═══ DATA SUPPLIED ═══

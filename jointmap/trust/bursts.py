"""Noise of sightings that come in bursts: a white part and a part that the rows of a burst share.

With ``v_i = e_b + w_i`` for the rows i of burst b, the deviations from the burst's mean show the
white part alone, ``E (v_i - m_b)^2 = (1 - 1/n) s_i^2``, and the means show the shared one,
``E m_b^2 = r_b (c_b^2 + s_b^2 / n)``, where ``r_b = 1 - n h_b`` is what the adjustment leaves of a
burst's mean (h the mean share of its rows that the other measurements predict). Both moments are
weighted by the score of their variance, as restricted maximum likelihood weighs them, and every
term is multiplied by the ratio of its two sides. Gross errors are kept out by gates, and what the
gates cut from good values is put back.
"""

from __future__ import annotations

from dataclasses import dataclass

import numpy as np
from numpy.typing import NDArray
from scipy.stats import chi2

from jointmap.graph.noise import (
    BURSTY,
    DEFAULT_SIGMA,
    FLOOR_SHARE,
    Noise,
    NoiseTerm,
    TermKey,
    residual_names,
    row_range,
    with_value,
)
from jointmap.graph.problem import Problem
from jointmap.solve.system import Part, System
from jointmap.trust.quality import PartQuality, Quality
from jointmap.trust.variance import LEAST_REDUNDANCY, truncation_factor

Floats = NDArray[np.float64]
Ints = NDArray[np.int64]

GATE = 0.99
#: One update changes a sigma by at most this factor.
LARGEST_STEP = 3.0
#: Power of the ratio by which a sigma moves: plain ratios creep where several terms share the
#: variance, and twice as far is still stable where one term makes it all.
STRETCH = 1.5
#: The mean of a burst keeps at least this share of its variance in the moment equation; below it
#: the division would only amplify noise.
LEAST_SHARE = 0.05
_WHITE = ("constant", "per_m")
_SHARED = ("correlated", "correlated_per_m")


@dataclass
class Sides:
    """The two sides of the moment equation of one term.

    ``redundancy`` is the share of the residuals' redundancy that the term answers for, ``support``
    all of the redundancy in which it takes part.
    """

    term: NoiseTerm
    seen: float = 0.0
    expected: float = 0.0
    redundancy: float = 0.0
    support: float = 0.0


def burst_moments(
    problem: Problem, noise: Noise, system: System, quality: Quality
) -> dict[TermKey, Sides]:
    """Moment equations of every free term of the bursty kinds."""
    out: dict[TermKey, Sides] = {}
    for part, stats in zip(system.parts, quality.parts, strict=True):
        if part.block.kind not in BURSTY:
            continue
        names = residual_names(part.block, problem.dimension)
        residual = np.linalg.solve(part.whiten, stats.whitened[:, :, None])[:, :, 0]
        for i, name in enumerate(names):
            column = np.asarray(residual[:, i], dtype=np.float64)
            _component(out, problem, noise, part, stats, column, i, name)
    return out


def _component(
    out: dict[TermKey, Sides],
    problem: Problem,
    noise: Noise,
    part: Part,
    stats: PartQuality,
    residual: Floats,
    column: int,
    name: str,
) -> None:
    block = part.block
    robot, sensor = problem.robots[block.robot], block.sensor
    free = ~np.isfinite(block.sigma[:, column])
    if block.covariance is not None:
        free &= ~np.isfinite(block.covariance).all(axis=(1, 2))
    named = [noise.terms.get((robot, sensor, name, t)) for t in (*_WHITE, *_SHARED)]
    if not free.any() or not any(t is not None and t.free for t in named):
        return
    distance2 = row_range(block)[free] ** 2
    shapes = {"constant": np.ones(len(distance2)), "per_m": distance2}
    shapes |= {"correlated": shapes["constant"], "correlated_per_m": distance2}
    terms = {
        t: noise.terms[(robot, sensor, name, t)]
        for t in (*_WHITE, *_SHARED)
        if (robot, sensor, name, t) in noise.terms
    }
    white = sum((terms[t].value ** 2 * shapes[t] for t in _WHITE if t in terms), start=0.0)
    shared = sum((terms[t].value ** 2 * shapes[t] for t in _SHARED if t in terms), start=0.0)
    burst = np.unique(block.burst[free], return_inverse=True)[1]
    leverage = 1.0 - stats.numbers[free, column]
    _white_part(out, terms, shapes, residual[free], burst, np.asarray(white))
    _shared_part(
        out, terms, shapes, residual[free], burst, np.asarray(white), np.asarray(shared), leverage
    )


def _white_part(
    out: dict[TermKey, Sides],
    terms: dict[str, NoiseTerm],
    shapes: dict[str, Floats],
    residual: Floats,
    burst: Ints,
    white: Floats,
) -> None:
    count = np.bincount(burst)
    centre = _median(residual, burst)
    keep = (residual - centre[burst]) ** 2 < 25.0 * white
    n = np.bincount(burst, weights=keep, minlength=len(count))
    mean = np.bincount(burst, weights=residual * keep, minlength=len(count)) / np.maximum(n, 1)
    share = 1.0 - 1.0 / np.maximum(n[burst], 1)
    z2 = (residual - mean[burst]) ** 2 / white
    inside = keep & (n[burst] > 1) & (z2 < chi2.ppf(GATE, 1) * share)
    factor = float(truncation_factor(1, GATE))
    for name in _WHITE:
        term = terms.get(name)
        if term is None or not term.free:
            continue
        score = (shapes[name] / white)[inside]
        sides = out.setdefault(term.key, Sides(term))
        sides.seen += float((z2[inside] * score).sum()) / factor
        sides.expected += float((share[inside] * score).sum())
        sides.redundancy += term.value**2 * float((share[inside] * score).sum())
        sides.support += float(share[inside].sum())


def _shared_part(
    out: dict[TermKey, Sides],
    terms: dict[str, NoiseTerm],
    shapes: dict[str, Floats],
    residual: Floats,
    burst: Ints,
    white: Floats,
    shared: Floats,
    leverage: Floats,
) -> None:
    size = np.bincount(burst)
    mean = _median(residual, burst)

    def average(values: Floats) -> Floats:
        return np.asarray(np.bincount(burst, weights=values) / size)

    # The median of n Gaussian rows has pi/2 times the variance of their mean (large n).
    spread = average(white) / size * np.where(size > 2, np.pi / 2, 1.0)
    total = average(shared) + spread
    left = np.clip(1.0 - size * average(leverage), LEAST_SHARE, 1.0)
    z2 = mean**2 / total
    inside = z2 < chi2.ppf(GATE, 1) * left
    factor = float(truncation_factor(1, GATE))
    for name in _SHARED:
        term = terms.get(name)
        if term is None or not term.free:
            continue
        score = (average(shapes[name]) / total)[inside]
        sides = out.setdefault(term.key, Sides(term))
        sides.seen += float((z2[inside] * score).sum()) / factor
        sides.expected += float((left[inside] * score).sum())
        sides.redundancy += term.value**2 * float((left[inside] * score).sum())
        sides.support += float(left[inside].sum())


def _median(values: Floats, group: Ints) -> Floats:
    """Median (G,) of values by group."""
    order = np.lexsort((values, group))
    size = np.bincount(group)
    start = np.cumsum(size) - size
    ordered = values[order]
    return np.asarray(0.5 * (ordered[start + (size - 1) // 2] + ordered[start + size // 2]))


def moved(sides: Sides, default: float) -> tuple[NoiseTerm, float] | None:
    """A term after one update and its ratio of change; None where the data cannot tell.

    A change within half of the estimate's own standard deviation counts as none, and so does one
    of a term that answers for less than ten residuals.
    """
    if sides.support < LEAST_REDUNDANCY or sides.expected <= 0.0:
        return None
    ratio = float(np.sqrt(max(sides.seen, 1e-12) / sides.expected)) ** STRETCH
    ratio = float(np.clip(ratio, 1 / LARGEST_STEP, LARGEST_STEP))
    floor = FLOOR_SHARE * default
    value = max(sides.term.value * ratio, floor)
    sigma = value / np.sqrt(2.0 * max(sides.redundancy, 1.0))
    idle = value <= 3 * floor or sides.redundancy < LEAST_REDUNDANCY
    settled = idle or abs(value - sides.term.value) < 0.5 * sigma
    return (
        with_value(sides.term, value, sigma, sides.redundancy),
        1.0 if settled else max(ratio, 1 / ratio),
    )


def solved(sums: dict[TermKey, Sides], noise: Noise) -> tuple[Noise, float]:
    """Noise after one update of every term in ``sums``, and the largest ratio of change."""
    changed, largest = [], 1.0
    for key, sides in sums.items():
        made = moved(sides, DEFAULT_SIGMA.get(key[3] if key[2] == "odometry" else key[2], 1.0))
        if made is not None:
            changed.append(made[0])
            largest = max(largest, made[1])
    return noise.updated(changed), largest
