"""Trust of every stretch of trajectory and every landmark, from redundancy.

Odometry between two instants at which something else checks the robot is itself checked by as much
as its redundancy over the stretch; what lies outside the first and last such instant is dead
reckoning and is called ``unchecked``. Thresholds are those of CHECKS 2d: redundancy below 0.1 is
weak, below 0.01 unchecked.
"""

from __future__ import annotations

from dataclasses import dataclass

import numpy as np
from numpy.typing import NDArray

from jointmap.graph.problem import Problem
from jointmap.solve.system import System
from jointmap.trust.quality import Quality
from jointmap.trust.redundancy import UNCHECKED, WEAK

Ints = NDArray[np.int64]
Floats = NDArray[np.float64]

CHECKED_CODE, WEAK_CODE, UNCHECKED_CODE = 0, 1, 2
_EXTERNAL = ("sighting", "encounter", "fix", "closure")


@dataclass(frozen=True)
class Trust:
    """Codes 0 checked, 1 weak, 2 unchecked.

    ``keyframe`` (K,); ``interval`` (K,) of the stretch from each keyframe to the robot's next one
    (the last of a robot repeats its keyframe); ``landmark`` (L,), 2 for landmarks without value.
    ``keyframes_seeing`` (L,) counts the checked or weak keyframes that see a landmark.
    """

    keyframe: Ints
    interval: Ints
    landmark: Ints
    keyframes_seeing: Ints


def judge_trust(problem: Problem, system: System, quality: Quality, n_landmarks: int) -> Trust:
    """Trust codes of a finished solve."""
    k = len(problem.keyframes.t_s)
    anchored = np.zeros(k, dtype=bool)
    odometry = np.zeros(k)
    for part, stats in zip(system.parts, quality.parts, strict=True):
        redundancy = stats.numbers
        if part.block.kind == "odometry":
            # The least checked direction of an increment decides, not their mean.
            odometry[part.key_a] = redundancy.min(axis=1)
        elif part.block.kind in _EXTERNAL:
            good = redundancy.max(axis=1) > WEAK
            anchored[part.key_a[good]] = True
            if part.block.kind in ("encounter", "closure"):
                anchored[part.key_b[good]] = True
    keyframe = np.full(k, UNCHECKED_CODE, dtype=np.int64)
    interval = np.full(k, UNCHECKED_CODE, dtype=np.int64)
    for r in range(len(problem.robots)):
        lo, hi = problem.keyframes.first[r], problem.keyframes.first[r + 1]
        keyframe[lo:hi], interval[lo:hi] = _stretches(anchored[lo:hi], odometry[lo:hi])
    landmark, seeing = _landmarks(system, quality, keyframe, n_landmarks)
    return Trust(keyframe, interval, landmark, seeing)


def _stretches(anchored: NDArray[np.bool_], redundancy: Floats) -> tuple[Ints, Ints]:
    n = len(anchored)
    at = np.flatnonzero(anchored)
    keyframe = np.full(n, UNCHECKED_CODE, dtype=np.int64)
    interval = np.full(n, UNCHECKED_CODE, dtype=np.int64)
    if not len(at):
        return keyframe, interval
    total = np.add.reduceat(redundancy, at)
    code = np.where(total > WEAK, CHECKED_CODE, np.where(total > UNCHECKED, WEAK_CODE, UNCHECKED_CODE))
    which = np.searchsorted(at, np.arange(n), side="right") - 1
    inside = (which >= 0) & (which < len(at) - 1)
    interval[inside] = code[which[inside]]
    keyframe[inside] = interval[inside]
    keyframe[at] = CHECKED_CODE
    return keyframe, interval


def _landmarks(
    system: System, quality: Quality, keyframe: Ints, n_landmarks: int
) -> tuple[Ints, Ints]:
    """A landmark is checked by its sightings' redundancy, counted once per burst."""
    best = np.zeros(n_landmarks)
    bursts = np.zeros(n_landmarks, dtype=np.int64)
    seeing = np.zeros(n_landmarks, dtype=np.int64)
    for part, stats in zip(system.parts, quality.parts, strict=True):
        if part.block.kind == "control" and part.landmark is not None:
            best[part.landmark] = 1.0
        if part.block.kind != "sighting" or part.landmark is None:
            continue
        shares = np.stack([part.landmark, part.block.burst], axis=1)
        _, first = np.unique(shares, axis=0, return_index=True)
        np.add.at(best, part.landmark[first], stats.numbers.min(axis=1)[first])
        np.add.at(bursts, part.landmark[first], 1)
        views = np.unique(np.stack([part.landmark, part.key_a], axis=1), axis=0)
        good = keyframe[views[:, 1]] < UNCHECKED_CODE
        np.add.at(seeing, views[good, 0], 1)
    # A shared landmark is seen through the tracks that are tied to it.
    for counts in (best, bursts, seeing):
        np.add.at(counts, system.links.shared, counts[system.links.own])
        counts[system.links.own] = counts[system.links.shared]
    code = np.where(
        (best > WEAK) & (bursts > 1), CHECKED_CODE, np.where(best > UNCHECKED, WEAK_CODE, UNCHECKED_CODE)
    )
    return code.astype(np.int64), seeing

═══

_ACTIVITY:_ Begin with the first line of the records and reproduce each line as is, ending with the line that holds "mean show the".

_EXERCISE SOLUTION:_
filename jointmap/trust/bursts.py
"""Noise of sightings that come in bursts: a white part and a part that the rows of a burst share.

With ``v_i = e_b + w_i`` for the rows i of burst b, the deviations from the burst's mean show the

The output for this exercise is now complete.